> [WORK ORDER]:
Retype, word for word, every line of the records below starting at the one that contains "false, defaultValue: 0" and ending at the one that contains "repository cf035d0704a28d17"; include both of those lines and nothing more.

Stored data
^^^^^^^^^^^^^^^^

// Which equipment and which people a technique uses: two plain mapping tables,
// read by the register facts of the checklist's `personnel` and `equipment` rules.
import { DataTypes, Model, type CreationOptional, type InferAttributes, type InferCreationAttributes, type Sequelize } from 'sequelize';

export class TechniqueEquipment extends Model<InferAttributes<TechniqueEquipment>, InferCreationAttributes<TechniqueEquipment>> {
  declare techniqueId: number;
  declare equipmentId: number;
  declare createdAt: CreationOptional<Date>;
}

export class TechniquePerformer extends Model<InferAttributes<TechniquePerformer>, InferCreationAttributes<TechniquePerformer>> {
  declare techniqueId: number;
  declare userId: number;
  declare createdAt: CreationOptional<Date>;
}

export function initTechniqueLinks(sequelize: Sequelize) {
  TechniqueEquipment.init(
    {
      techniqueId: { type: DataTypes.INTEGER, allowNull: false, primaryKey: true },
      equipmentId: { type: DataTypes.INTEGER, allowNull: false, primaryKey: true },
      createdAt: DataTypes.DATE(3),
    },
    { sequelize, tableName: 'technique_equipment', modelName: 'TechniqueEquipment', updatedAt: false },
  );
  TechniquePerformer.init(
    {
      techniqueId: { type: DataTypes.INTEGER, allowNull: false, primaryKey: true },
      userId: { type: DataTypes.INTEGER, allowNull: false, primaryKey: true },
      createdAt: DataTypes.DATE(3),
    },
    { sequelize, tableName: 'technique_performers', modelName: 'TechniquePerformer', updatedAt: false },
  );
}
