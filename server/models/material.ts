import { DataTypes, Model, type CreationOptional, type InferAttributes, type InferCreationAttributes, type Sequelize } from 'sequelize';

/** An entry of the materials library: conductivity and permeability, with where the values come from. */
export class Material extends Model<InferAttributes<Material>, InferCreationAttributes<Material>> {
  declare id: CreationOptional<number>;
  declare libraryKey: string | null;
  declare name: string;
  declare conductivityIacs: number;
  declare relativePermeability: number;
  declare source: string;
  declare version: CreationOptional<number>;
  declare createdAt: CreationOptional<Date>;
  declare updatedAt: CreationOptional<Date>;
}

export function initMaterial(sequelize: Sequelize) {
  Material.init(
    {
      id: { type: DataTypes.INTEGER, autoIncrement: true, primaryKey: true },
      libraryKey: { type: DataTypes.STRING(60), allowNull: true },
      name: { type: DataTypes.STRING(120), allowNull: false },
      conductivityIacs: { type: DataTypes.DOUBLE, allowNull: false },
      relativePermeability: { type: DataTypes.DOUBLE, allowNull: false, defaultValue: 1 },
      source: { type: DataTypes.STRING(1000), allowNull: false },
      version: { type: DataTypes.INTEGER, allowNull: false, defaultValue: 0 },
      createdAt: DataTypes.DATE(3),
      updatedAt: DataTypes.DATE(3),
    },
    { sequelize, tableName: 'materials', modelName: 'Material', version: true },
  );
}
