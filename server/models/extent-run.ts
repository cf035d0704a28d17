import { DataTypes, Model, type CreationOptional, type InferAttributes, type InferCreationAttributes, type NonAttribute, type Sequelize } from 'sequelize';
import type { ExtentTechnique } from '../../shared/schemas/extent';
import type { User } from './user';

/** One extent-of-condition run from a finding: every approved revision evaluated for the finding's rule. Never changed once written. */
export class ExtentRun extends Model<InferAttributes<ExtentRun>, InferCreationAttributes<ExtentRun>> {
  declare id: CreationOptional<number>;
  declare findingId: number;
  declare rule: string;
  declare flawOrientation: string | null;
  declare coilType: string | null;
  declare engineVersion: string;
  declare policyVersion: number;
  declare techniques: ExtentTechnique[];
  declare runById: number;
  declare runAt: Date;

  declare runBy?: NonAttribute<User>;
}

export function initExtentRun(sequelize: Sequelize) {
  ExtentRun.init(
    {
      id: { type: DataTypes.INTEGER, autoIncrement: true, primaryKey: true },
      findingId: { type: DataTypes.INTEGER, allowNull: false },
      rule: { type: DataTypes.STRING(40), allowNull: false },
      flawOrientation: { type: DataTypes.STRING(20), allowNull: true },
      coilType: { type: DataTypes.STRING(20), allowNull: true },
      engineVersion: { type: DataTypes.STRING(20), allowNull: false },
      policyVersion: { type: DataTypes.INTEGER, allowNull: false },
      techniques: { type: DataTypes.JSON, allowNull: false },
      runById: { type: DataTypes.INTEGER, allowNull: false },
      runAt: { type: DataTypes.DATE(3), allowNull: false },
    },
    { sequelize, tableName: 'extent_runs', modelName: 'ExtentRun', underscored: true, timestamps: false },
  );
}
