-- Issued work is frozen for good (product.md: "Issuing freezes the revision for good"). The database itself refuses,
-- whatever code runs: any UPDATE or DELETE of an issued revision, except the one change issuing a later revision
-- makes (status issued → superseded, with superseded_at); any UPDATE or DELETE of a superseded revision, of a
-- signature, of a stored PDF and of a package issue; and TRUNCATE of any of them.
CREATE FUNCTION lifecycle_refuse_change() RETURNS trigger LANGUAGE plpgsql AS $$
BEGIN
  RAISE EXCEPTION '% of % refused: issued work and signatures are never changed', TG_OP, TG_TABLE_NAME
    USING ERRCODE = 'insufficient_privilege';
END;
$$;
--> statement-breakpoint
CREATE FUNCTION sheet_revisions_refuse_issued_change() RETURNS trigger LANGUAGE plpgsql AS $$
BEGIN
  IF OLD.status NOT IN ('issued', 'superseded') THEN
    RETURN COALESCE(NEW, OLD);
  END IF;
  IF TG_OP = 'UPDATE' AND OLD.status = 'issued' AND NEW.status = 'superseded'
     AND (to_jsonb(NEW) - 'status' - 'superseded_at') = (to_jsonb(OLD) - 'status' - 'superseded_at') THEN
    RETURN NEW;
  END IF;
  RAISE EXCEPTION '% of the % revision % refused: an issued revision is never changed', TG_OP, OLD.status, OLD.id
    USING ERRCODE = 'insufficient_privilege';
END;
$$;
--> statement-breakpoint
CREATE TRIGGER sheet_revisions_issued_frozen
  BEFORE UPDATE OR DELETE ON sheet_revisions
  FOR EACH ROW EXECUTE FUNCTION sheet_revisions_refuse_issued_change();
--> statement-breakpoint
CREATE TRIGGER sheet_revisions_no_truncate BEFORE TRUNCATE ON sheet_revisions FOR EACH STATEMENT EXECUTE FUNCTION lifecycle_refuse_change();
--> statement-breakpoint
CREATE TRIGGER signatures_frozen BEFORE UPDATE OR DELETE ON signatures FOR EACH ROW EXECUTE FUNCTION lifecycle_refuse_change();
--> statement-breakpoint
CREATE TRIGGER signatures_no_truncate BEFORE TRUNCATE ON signatures FOR EACH STATEMENT EXECUTE FUNCTION lifecycle_refuse_change();
--> statement-breakpoint
CREATE TRIGGER revision_pdfs_frozen BEFORE UPDATE OR DELETE ON revision_pdfs FOR EACH ROW EXECUTE FUNCTION lifecycle_refuse_change();
--> statement-breakpoint
CREATE TRIGGER revision_pdfs_no_truncate BEFORE TRUNCATE ON revision_pdfs FOR EACH STATEMENT EXECUTE FUNCTION lifecycle_refuse_change();
--> statement-breakpoint
CREATE TRIGGER package_issues_frozen BEFORE UPDATE OR DELETE ON package_issues FOR EACH ROW EXECUTE FUNCTION lifecycle_refuse_change();
--> statement-breakpoint
CREATE TRIGGER package_issues_no_truncate BEFORE TRUNCATE ON package_issues FOR EACH STATEMENT EXECUTE FUNCTION lifecycle_refuse_change();
--> statement-breakpoint
-- Revisions made before this migration: their preparer and last editor are the editors known.
INSERT INTO revision_editors (revision_id, person_id)
  SELECT id, prepared_by FROM sheet_revisions UNION SELECT id, edited_by FROM sheet_revisions
  ON CONFLICT DO NOTHING;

^^^^^^^^^^^^^^^^

> [RESULT OF THE EXERCISE]:
      version: { type: DataTypes.INTEGER, allowNull: false, defaultValue: 0 },
      createdAt: DataTypes.DATE(3),
      updatedAt: DataTypes.DATE(3),
    },
    { sequelize, tableName: 'materials', modelName: 'Material', version: true },
  );
}
filename server/models/extent-run.ts
repository cf035d0704a28d17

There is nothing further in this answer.